Posts Tagged Tamir Pardo

MİT, MOSSAD’IN POSTACISI MI?

Star gazetesi dün “Bölge hareketli, tedbirlerinizi alın” diyerek, MİT’in Mursi’yi “darbeden” önce uyardığını yazdı. Haberi manşet spotundan özetleyelim: “MİT Müsteşarı Fidan darbeden 15 gün önce yaptığı görüşmede Mısır Cumhurbaşkanı Mursi’ye Ankara’nın ‘Bölge hareketleniyor. Dikkatli olun” mesajını iletti. (Star, 23 Ağustos 2013)

Star’a göre Fidan, Başbakan Erdoğan’ın talimatıyla Mursi’ye gitmişti!

Önceki gün de Dışişleri Bakanı Ahmet Davutoğlu Kanal 24’te, Fidan ile Mursi’nin “darbeden” 10-15 gün önce görüştüğünü açıklamıştı.

Bu açıklamalara ve haberlere bakılırsa, Mursi’nin devrileceğini birileri öngörüyordu. Peki, öngören MİT miydi, yoksa bir başka istihbarat örgütü müydü?

“Ne önemi var, önemli olan tespit edilmiş olmasıdır” diyebilirsiniz kuşkusuz… Ama bizce önemi var! Şundan:

PARDO FİDAN’A, FİDAN MURSİ’YE

Birkaç yazımızda anımsattık. İsrail istihbarat örgütü MOSSAD’ın başkanı Tamir Pardo, 11 Haziran’da apar topar İstanbul’a geldi. (Hürriyet, 12 Haziran 2013)

Basına yansıyan haberlere göre Tamir Pardo, Hakan Fidan’la görüşmüştü. Pardo’nun çantasında İran ve Suriye dosyaları ile Gezi eylemleri dosyası vardı!
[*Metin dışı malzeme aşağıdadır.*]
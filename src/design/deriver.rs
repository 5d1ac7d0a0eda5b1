//! Runs the chain and keeps what has not changed.
//!
//! Each stage is asked for its value with its own input as key: the project without its title for the check, the
//! specification for merging, the reduced table for the codes, and so on. An edit that leaves a stage's input as it
//! was leaves everything behind it as it was, whatever the edit touched; comparing costs far less than deriving.

use std::sync::Arc;

use crate::base::{Finding, Row};
use crate::codes::{self, Coded};
use crate::design::kept::Kept;
use crate::design::report;
use crate::design::settings::Settings;
use crate::design::values::Design;
use crate::gates;
use crate::logic::{self, Equations};
use crate::merge::{self, MergeChoice, Merged, Reduced};
use crate::project::choices::{CoverChoice, LogicChoice, Method};
use crate::project::{Layout, Project};
use crate::proof::{self, Proof, Races};
use crate::spec::{self, Spec};

/// Derives a project again and again, each time only from the first stage whose input has changed.
#[derive(Debug, Default)]
pub struct Deriver {
    checked: Kept<Project, Checked>,
    merged: Kept<(Arc<Spec>, MergeChoice, u64), Outcome<Merged>>,
    reduced: Kept<Reduced, Arc<Reduced>>,
    coded: Kept<(Arc<Reduced>, Method, u64), Outcome<Coded>>,
    races: Kept<(Arc<Reduced>, Arc<Coded>), Arc<Races>>,
    equations: Kept<(Machine, LogicChoice, u64), Arc<Equations>>,
    proof: Kept<(Machine, Arc<Equations>), Arc<Proof>>,
}

/// What the check gives: findings, and the table if none of them is an error.
type Checked = (Arc<Vec<Finding>>, Option<Arc<Spec>>);

/// What the equations are made from and held against.
type Machine = (Arc<Spec>, Arc<Reduced>, Arc<Coded>);

/// A stage's value, or why there is none.
type Outcome<T> = Result<Arc<T>, Vec<Finding>>;

impl Deriver {
    /// Derives the project. A stage that cannot run, and all stages after it, are `None` in the design.
    pub fn derive(&mut self, project: &Project, settings: &Settings<'_>) -> Design {
        let mut design = Design::default();
        self.run(project, settings, &mut design);
        report::notes(project, &mut design, settings.stop.raised());
        design
    }

    /// Fills the design from the first stage on, and returns at the first that cannot go on.
    fn run(&mut self, project: &Project, settings: &Settings<'_>, design: &mut Design) -> Option<()> {
        let spec = self.check(project, design)?;
        let merged = self.merge(project, &spec, settings, design)?;
        let reduced = self.reduced.get(merged.reduced.clone()?, |r| Arc::new(r.clone()), || true);
        let coded = self.code(project, &reduced, settings, design)?;
        self.race(&reduced, &coded, design)?;
        let equations = self.write(project, &spec, &reduced, &coded, settings, design)?;
        design.cost = Some(gates::cost(&equations, &project.choices.gates));
        let proof = self.proof.get(
            ((spec, reduced, coded), equations),
            |((s, r, c), e)| Arc::new(proof::prove(s, r, c, e)),
            || true,
        );
        report::proof_faults(&proof, &mut design.findings);
        design.proof = Some(proof);
        Some(())
    }

    fn check(&mut self, project: &Project, design: &mut Design) -> Option<Arc<Spec>> {
        let key = Project {
            title: String::new(),
            notes: String::new(),
            layout: Layout::default(),
            ..project.clone()
        };
        let make = |key: &Project| {
            let checked = spec::check(key);
            (Arc::new(checked.findings), checked.spec.map(Arc::new))
        };
        let (findings, spec) = self.checked.get(key, make, || true);
        design.findings.extend(findings.iter().cloned());
        design.spec.clone_from(&spec);
        spec
    }

    fn merge(
        &mut self,
        project: &Project,
        spec: &Arc<Spec>,
        settings: &Settings<'_>,
        design: &mut Design,
    ) -> Option<Arc<Merged>> {
        let choice = merge_choice(project, spec, settings.covers);
        let merged = self.merged.get(
            (spec.clone(), choice, settings.steps),
            |(spec, choice, _)| merge::merge(spec, choice, &settings.effort()).map(Arc::new),
            || !settings.stop.raised(),
        );
        let merged = taken(merged, design)?;
        report::cover_faults(&spec.table, &merged, &mut design.findings);
        design.merged = Some(merged.clone());
        Some(merged)
    }

    fn code(
        &mut self,
        project: &Project,
        reduced: &Arc<Reduced>,
        settings: &Settings<'_>,
        design: &mut Design,
    ) -> Option<Arc<Coded>> {
        let coded = self.coded.get(
            (reduced.clone(), project.choices.codes.method.clone(), settings.steps),
            |(reduced, method, _)| codes::assign(reduced, method, &settings.effort()).map(Arc::new),
            || !settings.stop.raised(),
        );
        let coded = taken(coded, design)?;
        design.coded = Some(coded.clone());
        Some(coded)
    }

    /// The race check; equations of codes with a critical race would prove nothing.
    fn race(&mut self, reduced: &Arc<Reduced>, coded: &Arc<Coded>, design: &mut Design) -> Option<()> {
        let races = self.races.get(
            (reduced.clone(), coded.clone()),
            |(reduced, coded)| Arc::new(proof::races(reduced, coded)),
            || true,
        );
        report::critical_races(reduced, coded, &races, &mut design.findings);
        let free = races.critical.is_empty();
        design.races = Some(races);
        free.then_some(())
    }

    /// The equations, if no function clashes.
    fn write(
        &mut self,
        project: &Project,
        spec: &Arc<Spec>,
        reduced: &Arc<Reduced>,
        coded: &Arc<Coded>,
        settings: &Settings<'_>,
        design: &mut Design,
    ) -> Option<Arc<Equations>> {
        let equations = self.equations.get(
            ((spec.clone(), reduced.clone(), coded.clone()), project.choices.logic.clone(), settings.steps),
            |((s, r, c), choice, _)| Arc::new(logic::equations(s, r, c, choice, &settings.effort())),
            || !settings.stop.raised(),
        );
        report::clashes(&equations, &mut design.findings);
        let whole = equations.clashes.is_empty();
        design.equations = Some(equations.clone());
        whole.then_some(equations)
    }
}

/// The value of a stage, or its findings added to the design's.
fn taken<T>(outcome: Outcome<T>, design: &mut Design) -> Option<Arc<T>> {
    outcome.map_err(|findings| design.findings.extend(findings)).ok()
}

/// The choices for merging, in rows. The check has refused names that no row has.
fn merge_choice(project: &Project, spec: &Spec, covers: usize) -> MergeChoice {
    let row = |name: &String| spec.table.names.iter().position(|n| n == name).map(Row::new);
    let choice = &project.choices.merging;
    MergeChoice {
        outputs: choice.outputs,
        by_hand: match &choice.cover {
            CoverChoice::Smallest => None,
            CoverChoice::ByHand(sets) => {
                Some(sets.iter().map(|set| set.iter().filter_map(row).collect()).collect())
            }
        },
        names: choice.names.clone(),
        covers,
    }
}

#[cfg(test)]
mod tests {
    use super::*;
    use crate::base::Level;
    use crate::project::{self, Form};

    fn latch() -> Project {
        let text = r#"(format: 1, title: "Latch", inputs: ["D", "G"], outputs: ["Q"], discipline: Single,
            initial: ("c", "00"), rows: [
            (name: "a", cells: {"01": ("a", "0"), "11": ("b", "-"), "00": ("c", "-")}),
            (name: "b", cells: {"11": ("b", "1"), "01": ("a", "-"), "10": ("e", "-")}),
            (name: "c", cells: {"00": ("c", "0"), "01": ("a", "-"), "10": ("d", "-")}),
            (name: "d", cells: {"10": ("d", "0"), "00": ("c", "-"), "11": ("b", "-")}),
            (name: "e", cells: {"10": ("e", "1"), "11": ("b", "-"), "00": ("f", "-")}),
            (name: "f", cells: {"00": ("f", "1"), "10": ("e", "-"), "01": ("a", "-")}),
        ])"#;
        project::read(text.as_bytes()).expect("a sound file")
    }

    fn same<T>(a: &Option<Arc<T>>, b: &Option<Arc<T>>) -> bool {
        matches!((a, b), (Some(a), Some(b)) if Arc::ptr_eq(a, b))
    }

    #[test]
    fn an_edit_runs_only_what_hangs_on_it() {
        let (mut deriver, settings) = (Deriver::default(), Settings::default());
        let mut project = latch();
        let first = deriver.derive(&project, &settings);
        assert!(first.proved(), "{:?}", first.findings);

        project.title.push('!');
        project.notes.push('!');
        let titled = deriver.derive(&project, &settings);
        assert!(same(&first.spec, &titled.spec) && same(&first.proof, &titled.proof));

        project.choices.logic.form = Form::SetReset;
        let formed = deriver.derive(&project, &settings);
        assert!(same(&first.merged, &formed.merged) && same(&first.coded, &formed.coded));
        assert!(!same(&first.equations, &formed.equations) && formed.proved());

        // An output that would have been held anyway: the table is another, what comes of it is the same.
        project.choices.logic.form = Form::Feedback;
        let back = deriver.derive(&project, &settings);
        if let Some(cell) = project.rows[0].cells.get_mut("00") {
            cell.outputs = "0".to_owned();
        }
        let given = deriver.derive(&project, &settings);
        assert!(!same(&back.spec, &given.spec));
        assert!(same(&back.merged, &given.merged) && same(&back.coded, &given.coded));
        assert_eq!(back.equations, given.equations);
    }

    #[test]
    fn a_value_that_was_cut_short_is_not_kept() {
        let mut deriver = Deriver::default();
        let project = latch();
        let stopped = Settings::default();
        stopped.stop.raise();
        deriver.derive(&project, &stopped);
        let design = deriver.derive(&project, &Settings::default());
        assert!(design.proved());
        assert!(design.merged.is_some_and(|m| m.bound.proved()));
        assert!(!design.findings.iter().any(|f| f.code == "not-proved"));
    }

    #[test]
    fn a_stop_with_grace_still_gives_a_whole_design() {
        let settings = Settings { grace: 100_000, ..Settings::default() };
        settings.stop.raise();
        let design = Deriver::default().derive(&latch(), &settings);
        assert!(design.proved(), "{:?}", design.findings);
    }

    #[test]
    fn a_cover_by_hand_that_is_not_closed_is_refused_with_the_reason() {
        let mut project = latch();
        let set = |names: &[&str]| names.iter().map(|n| (*n).to_owned()).collect::<Vec<_>>();
        project.choices.merging.cover = CoverChoice::ByHand(vec![set(&["a", "b", "e"]), set(&["c", "d"])]);
        let design = Deriver::default().derive(&project, &Settings::default());
        assert!(design.merged.is_some() && design.coded.is_none() && !design.proved());
        let errors: Vec<&str> =
            design.findings.iter().filter(|f| f.level == Level::Error).map(|f| f.code).collect();
        assert!(
            errors.contains(&"cover-leaves-row-out") && errors.contains(&"cover-incompatible"),
            "{errors:?}"
        );
    }
}
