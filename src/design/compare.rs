//! One controller with every method, form and shape.

use crate::design::deriver::Deriver;
use crate::design::settings::Settings;
use crate::design::values::Alternative;
use crate::project::Project;
use crate::project::choices::{Form, Method, Shape};

/// Derives the project with all methods, forms and shapes, in this order; codes by hand come first where the project
/// has them. What does not depend on a choice is derived once.
pub fn alternatives(project: &Project, settings: &Settings<'_>) -> Vec<Alternative> {
    let by_hand = Some(&project.choices.codes.method).filter(|m| matches!(m, Method::ByHand(_)));
    let mut deriver = Deriver::default();
    let mut project = project.clone();
    let methods: Vec<Method> = by_hand.into_iter().cloned().chain(Method::ALL).collect();
    let mut all = Vec::new();
    for method in methods {
        project.choices.codes.method = method.clone();
        for form in Form::ALL {
            project.choices.logic.form = form;
            for shape in Shape::ALL {
                project.choices.logic.shape = shape;
                let design = deriver.derive(&project, settings);
                all.push(Alternative { method: method.clone(), form, shape, design });
            }
        }
    }
    all
}
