//! A stage's value, kept until its input changes.

/// The last value of a stage with the input that it came from. Inputs are compared by value.
#[derive(Debug)]
pub struct Kept<K, V>(Option<(K, V)>);

impl<K, V> Default for Kept<K, V> {
    fn default() -> Self {
        Kept(None)
    }
}

impl<K: PartialEq, V: Clone + PartialEq> Kept<K, V> {
    /// The value for `input`: the one that is kept, if the input is what it was, else what `make` returns. A new value that equals
    /// the old one is replaced by it, so that shared values stay shared and the next comparison is quick. `whole` is asked
    /// after `make`: a value that was cut short is returned, but not kept.
    pub fn get(&mut self, input: K, make: impl FnOnce(&K) -> V, whole: impl FnOnce() -> bool) -> V {
        if let Some((_, value)) = self.0.as_ref().filter(|(last, _)| *last == input) {
            return value.clone();
        }
        let mut value = make(&input);
        if let Some((_, old)) = self.0.take().filter(|(_, old)| *old == value) {
            value = old;
        }
        if whole() {
            self.0 = Some((input, value.clone()));
        }
        value
    }
}

#[cfg(test)]
mod tests {
    use std::cell::Cell;
    use std::sync::Arc;

    use super::*;

    #[test]
    fn runs_only_when_the_input_changes() {
        let runs = Cell::new(0);
        let mut kept: Kept<i32, Arc<i32>> = Kept::default();
        let mut get = |input: i32, whole: bool| {
            let half = |i: &i32| {
                runs.set(runs.get() + 1);
                Arc::new(i / 2)
            };
            kept.get(input, half, || whole)
        };
        let first = get(4, true);
        assert!(Arc::ptr_eq(&first, &get(4, true)));
        assert_eq!(runs.get(), 1);
        // Another input with an equal value: the very same value is handed on.
        assert!(Arc::ptr_eq(&first, &get(5, true)));
        assert_eq!(runs.get(), 2);
        get(8, false);
        get(8, true);
        assert_eq!(runs.get(), 4, "a value that was cut short is made again");
    }
}
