//! The chain: runs the stages in order and keeps each stage's value until its own input changes.
//!
//! [`derive`] is for one design; a [`Deriver`] is for a project that is edited, and runs again only the stages whose
//! input is no longer what it was. Both do nothing themselves but pass values on, turn names into rows, and say in
//! findings what the stages found.

mod compare;
mod deriver;
mod kept;
mod report;
mod settings;
pub mod values;

pub use compare::alternatives;
pub use deriver::Deriver;
pub use settings::{STEPS, Settings};
pub use values::{Alternative, Design};

use crate::project::Project;

/// Derives a design from a project, from the first stage to the last that can run.
pub fn derive(project: &Project, settings: &Settings<'_>) -> Design {
    Deriver::default().derive(project, settings)
}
Bu görüşme ve konuşulan konular hiç yalanlanmadı. Hatta AK-Medya, Başbakan ve kurmaylarının dile getirdiği “Gezi’nin arkasında faiz lobisi var, Yahudi diasporası var” gibi saptırmaları gölgelememek için hiç üzerinde bile durmadı!

Zira üzerinde durulsa, ortaya Pardo’nun kendi ülkesini AKP’ye ispiyonladığı gibi bir saçmalık çıkacaktı!

Her neyse… Sonraki gelişmelere bakılınca, Pardo’nun çantasında bir Mısır dosyası da olduğu anlaşılıyor! Hatta esas dosyanın Mısır olduğunu bile söyleyebiliriz.

Büyük olasılıkla Mursi’nin devrilebileceğine ilişkin istihbarat MOSSAD’ındı. İsrail, Mursi’yi MİT ve AKP üzerinden uyarıyordu.

Fidan-Pardo görüşmesi 11 Haziran’da, Fidan-Mursi görüşmesi de 30 Haziran’dan 15 gün önce gerçekleşti!

İSRAİL ‘DARBENİN’ DEĞİL, MURSİ’NİN ARKASINDA

Elbette şöyle denilebilir: Tamam, MOSSAD MİT’e Mursi’nin devrilebileceği istihbaratını getirmiş olabilir. Ama bu bilgiyi Mısır’a daha alt düzeyde bir kanal götüremez mi? İlle de Hakan Fidan’ın mı götürmesi gerekiyor?

Birincisi, Star’ın haberine bakılırsa Fidan‘ı Erdoğan göndermiş! İkincisi ve daha önemlisi, Fidan’ın tıpkı Erdoğan gibi tek çalıştığı gerçeği… Geçenlerde tüm müsteşar yardımcılarının ilk defa kurum dışından atandığını da özelikle belirtelim.

Tabii şu da söylenebilir: Mursi’nin devrilebileceği istihbaratını MOSSAD MİT’e, MİT de bizzat Mursi’ye iletmiş olabilir, ne var bunda?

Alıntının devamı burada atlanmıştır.